─── GIVEN RECORDS

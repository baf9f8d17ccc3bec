"""Start-up and drift: the published rule on worked numbers, power, and the rate of false alarms."""

from __future__ import annotations

import numpy as np
import pytest

from streaming.modal import modal_moments
from streaming.stationarity import find_drift, find_startup, mser
from tests.streaming.direct_moments import autoregressive, moments_of

DEVIATIONS = np.array([3.0, 2.0, 1.5, 1.0, 0.5, 0.3])


def test_the_marginal_standard_error_rule_on_a_short_series() -> None:
    """White (1997); worked by hand from its formula: d = 5 leaves a mean of 2.000."""
    x = np.array([10, 6, 4, 3, 2.2, 1.9, 2.1, 2.0, 1.8, 2.1, 2.0, 1.9, 2.2, 2.0])
    assert mser(x) == 5
    assert x[5:].mean() == pytest.approx(2.0)


def test_the_rule_on_a_decaying_series_and_on_its_means_of_five() -> None:
    i = np.arange(100)
    y = 1 + 5 * 0.8**i + 0.1 * (-1.0) ** i
    assert mser(y) == 17
    means = y.reshape(20, 5).mean(axis=1)
    assert mser(means) == 5
    assert y[25:].mean() == pytest.approx(0.999926, abs=1e-6)


@pytest.mark.parametrize("what", ["mean", "variance"])
def test_a_start_up_is_left_out(what: str) -> None:
    rng = np.random.default_rng(1)
    rows = autoregressive(rng, 6400, DEVIATIONS, 0.7)
    decay = np.exp(-np.arange(6400) / 400.0)
    if what == "mean":
        rows[:, 0] += 30.0 * decay
    else:
        rows *= (1.0 + 6.0 * decay)[:, None]
    found = find_startup(moments_of(rows, 64), 3)
    assert not found.in_doubt
    assert 800 <= 100 * found.first_block <= 3200


@pytest.mark.parametrize("scale", [800.0, 3200.0])
def test_a_record_that_only_decays_is_drifting(scale: float) -> None:
    rng = np.random.default_rng(2)
    rows = autoregressive(rng, 6400, DEVIATIONS, 0.7) * np.exp(-np.arange(6400) / scale)[:, None]
    moments = moments_of(rows, 64)
    startup = find_startup(moments, 3)
    drift = find_drift(modal_moments(moments.since(startup.first_block), 6), 3)
    assert startup.in_doubt or drift.drifting


@pytest.mark.parametrize("keep", [0.0, 0.9, 0.98])
def test_false_alarms_are_rare(keep: float) -> None:
    """With 40 to 6400 independent samples in the record."""
    rng = np.random.default_rng(3)
    startups = drifts = 0
    for _ in range(100):
        moments = moments_of(autoregressive(rng, 3200, DEVIATIONS, keep), 32)
        startups += find_startup(moments, 3).first_block > 0
        drifts += find_drift(modal_moments(moments, 6), 3).drifting
    assert startups <= 4
    assert drifts <= 3


@pytest.mark.parametrize("change", ["mean", "energy", "shape"])
def test_a_change_half_way_is_drift(change: str) -> None:
    rng = np.random.default_rng(4)
    rows = autoregressive(rng, 6400, DEVIATIONS, 0.7)
    late = rows[3200:]
    if change == "mean":
        late[:, 1] += 2.0
    elif change == "energy":
        late *= 1.5
    else:
        late[:, :2] = late[:, :2] @ np.array([[0.8, 0.6], [-0.6, 0.8]])
    assert find_drift(modal_moments(moments_of(rows, 64), 6), 3).drifting


def test_few_blocks_say_nothing() -> None:
    rng = np.random.default_rng(5)
    moments = moments_of(rng.standard_normal((40, 6)), 4)
    assert find_startup(moments, 3).first_block == 0
    assert find_drift(modal_moments(moments, 6), 3).p_value is None


def test_a_sure_but_small_change_is_no_drift() -> None:
    """Two per cent more energy in the second half, with so many snapshots that it is beyond doubt."""
    rng = np.random.default_rng(6)
    rows = rng.standard_normal((64_000, 6)) * DEVIATIONS
    rows[32_000:] *= 1.01
    moments = moments_of(rows, 64)
    assert not find_drift(modal_moments(moments, 6), 3).drifting
    assert find_startup(moments, 3).first_block == 0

──────

EXERCISE
Search the data above for lines holding "import" and copy each of them.

RESPONSE AREA
from __future__ import annotations
import numpy as np
import pytest
from streaming.modal import modal_moments
from streaming.stationarity import find_drift, find_startup, mser
from tests.streaming.direct_moments import autoregressive, moments_of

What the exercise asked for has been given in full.